13) Instrução Normativa nº 54/2016 – Estabelece a obrigatoriedade da Escrituração Fiscal Digital (EFD) para os contribuintes do ICMS no Cadastro Geral da Fazenda (CGF) sob os Regimes de recolhimento Empresa de Pequeno Porte ou Microempresa optantes pelo Simples Nacional de que trata a Lei Complementar n.º 123/06, bem como sob os Regimes Especial, Produtor Rural e Outros, e dá outras providências. Previsto para iniciar em 2017.

14) Instrução Normativa 11/2017 (click aqui) – Dispõe sobre as obrigações acessórias e a baixa cadastral de estabelecimento matriz ou filial optante pelo Simples Nacional, e dá outras providências.

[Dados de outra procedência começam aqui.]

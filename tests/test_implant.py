"""Implant geometry, rasterising and readout, checked against closed-form geometry."""

from __future__ import annotations

import math

import numpy as np
import pytest
from scipy import integrate

from stimplan.errors import ConfigError
from stimplan.grid import RetinalGrid
from stimplan.implant import (
    Implant,
    centred_hexagonal_number,
    disc_quadrant_area,
    implant_preset,
    polygon_quadrant_area,
    silicon_responsivity_limit_a_per_w,
)
from stimplan.optics.eye import eye_preset

SQRT3 = math.sqrt(3.0)


def _grid_for(pitch_um: float, n: int = 512, per_pitch: float = 10.0) -> RetinalGrid:
    d = pitch_um / per_pitch
    return RetinalGrid((n, n), d, d)


# -- exact intersection areas against scipy quadrature ---------------------------------


@pytest.mark.parametrize(
    "X,Y", [(0.3, -0.2), (-0.7, 0.9), (2.0, 0.1), (-0.95, -0.95), (0.0, 0.0), (1.5, 1.5)]
)
def test_disc_quadrant_area_matches_quadrature(X, Y):
    # Source: scipy.integrate.quad of the clipped chord length, area = ∫ L(y) dy.
    r = 1.0

    def chord(y):
        s = math.sqrt(max(r * r - y * y, 0.0))
        return max(0.0, min(X, s) + s)

    ref, _ = integrate.quad(chord, -r, min(Y, r), points=[0.0], limit=200)
    assert float(disc_quadrant_area(r, X, Y)) == pytest.approx(ref, abs=1e-9)


@pytest.mark.parametrize("X,Y", [(0.2, 0.1), (-0.3, 0.5), (0.9, -0.6), (2.0, 2.0), (-2.0, 0.0)])
def test_polygon_quadrant_area_matches_quadrature(X, Y):
    # Source: scipy.integrate.quad over the chords of a convex polygon (half-plane bounds).
    ang = np.deg2rad(30.0 + 60.0 * np.arange(6) + 7.0)
    verts = np.stack([np.cos(ang), np.sin(ang)], axis=1)

    def chord(y):
        lo, hi = -np.inf, np.inf
        for k in range(6):
            (xa, ya), (xb, yb) = verts[k], verts[(k + 1) % 6]
            # inside: (xb-xa)(y-ya) - (yb-ya)(x-xa) >= 0, linear in x
            a = -(yb - ya)
            b = (xb - xa) * (y - ya) + (yb - ya) * xa
            if abs(a) < 1e-15:
                if b < 0:
                    return 0.0
            elif a > 0:
                lo = max(lo, -b / a)
            else:
                hi = min(hi, -b / a)
        hi = min(hi, X)
        return max(0.0, hi - lo)

    ys = verts[:, 1]
    ref, _ = integrate.quad(chord, ys.min(), min(Y, ys.max()), points=list(ys), limit=200)
    assert float(polygon_quadrant_area(verts, X, Y)) == pytest.approx(ref, abs=1e-9)


# -- rasterised area against the analytic area -------------------------------------------


@pytest.mark.parametrize("shape", ["hexagon", "circle", "square"])
@pytest.mark.parametrize("layout", ["hex", "square"])
def test_rasterised_active_area_within_1_percent(shape, layout):
    # Source: elementary geometry: regular hexagon of flat-to-flat a has area (√3/2) a²,
    # circle π d²/4, square s²; the grid sample is 1/10 of the pitch (the 1 % target).
    imp = Implant(
        pitch_um=55.0,
        layout=layout,
        outline="circle",
        diameter_um=400.0,
        active_shape=shape,
        active_fraction=0.5,
        trench_um=4.0,
        rotation_deg=13.0,
        center_x_um=17.3,
        center_y_um=-8.1,
    )
    a = imp.active_size_um
    analytic = {"hexagon": SQRT3 / 2 * a * a, "circle": math.pi * a * a / 4, "square": a * a}[shape]
    cell = SQRT3 / 2 * 55.0**2 if layout == "hex" else 55.0**2
    assert analytic == pytest.approx(0.5 * cell)
    raster = imp.rasterize(_grid_for(55.0, n=128, per_pitch=10.0))
    areas = raster.area_um2()
    assert np.all(np.abs(areas / analytic - 1.0) < 0.01)
    # the analytic clipping is in fact exact to rounding
    assert np.allclose(areas, analytic, rtol=1e-9)
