def test_pulse_longer_than_its_period():
    with pytest.raises(ConfigError) as err:
        ex.periodic_pulses(40.0, frequency_hz=30.0, count=10)
    assert err.value.field == "pulse_ms"
    assert "period" in err.value.allowed and "33.3" in err.value.allowed


def test_power_of_zero():
    with pytest.raises(ConfigError) as err:
        ex.evaluate_train(_train_30hz(), 880.0, 1.5, 0.0)
    assert err.value.field == "peak_retinal_power_mw"
    assert "> 0" in err.value.allowed
    with pytest.raises(ConfigError) as err:
        ex.plan_power(0.0, ex.PerMilliwatt(0.5, 0.01))
    assert err.value.field == "target_irradiance_mw_per_mm2"
    with pytest.raises(ConfigError) as err:
        ex.PerMilliwatt(0.0, 0.01)
    assert "irradiance" in err.value.field and "> 0" in err.value.allowed


def test_map_shape_and_sign_are_checked():
    grid = RetinalGrid((32, 32), 5.0, 5.0)
    with pytest.raises(ConfigError) as err:
        ex.evaluate_map(np.ones((16, 16)), grid, 880.0, 1.0)
    assert err.value.field == "frames[0].irradiance_mw_per_mm2"
    with pytest.raises(ConfigError):
        ex.evaluate_map(-np.ones(grid.shape), grid, 880.0, 1.0)


# --------------------------------------------------------------------------
# Cautions
# --------------------------------------------------------------------------


def test_every_summary_carries_the_caution_and_the_edition():
    assert "not a safety approval" in CAUTIONS
    assert "laser-safety officer" in CAUTIONS and "protocol" in CAUTIONS
    assert "IEC 60825-1:2014" in CAUTIONS and "ICNIRP 2013" in CAUTIONS
    assert "\n" not in CAUTION_SHORT and "not a safety approval" in CAUTION_SHORT
    mpe = ex.corneal_mpe(880.0, 0.01, 5.0)
    train = ex.evaluate_train(_train_30hz(), 880.0, 5.0, 1.0)
    for obj in (mpe, train):
        assert obj.edition == EDITION
        assert CAUTIONS in obj.summary()


# --------------------------------------------------------------------------
# Long sequences: lazy frames, shared maps, bounded memory
# --------------------------------------------------------------------------


def _spots(grid: RetinalGrid, n: int, seed: int) -> list[np.ndarray]:
    """Demo maps: a bright disc each at its own place on a dim random floor."""
    rng = np.random.default_rng(seed)
    x, y = grid.coords_um()
    out = []
    for _ in range(n):
        cx, cy = rng.uniform(-0.3, 0.3, 2) * grid.cols * grid.pitch_x_um
        r = rng.uniform(0.05, 0.12) * grid.cols * grid.pitch_x_um
        m = np.where((x - cx) ** 2 + (y - cy) ** 2 < r * r, rng.uniform(1.0, 5.0), 0.0)
        out.append((m + rng.uniform(0.0, 0.05, grid.shape)).astype(np.float32))
    return out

15) Sobre Simples Nacional (click aqui).

16) Sobre MEI – Microempreendedor Individual – portal do empreendedor (click aqui), e na SEFAZ/CE, confira IN 24/10 e IN 56/10.

DEFIS 2017 (click aqui)
A Declaração de Informações Socioeconômicas e Fiscais (DEFIS) referente ao ano-calendário de 2016, exercício 2017, deveria ser apresentada e transmitida pela Internet, até as 23h59min (horário de Brasília) do dia 31/03/17, através do módulo PGDAS-D, disponível no portal do Simples Nacional. Lembrando que as informações serão compartilhadas entre a Receita Federal e os órgãos de fiscalização tributária dos Estados, Distrito Federal e Municípios. Nesse sentido art. 66, da RCGSN 94/11 e art. 26, da LC 123/06.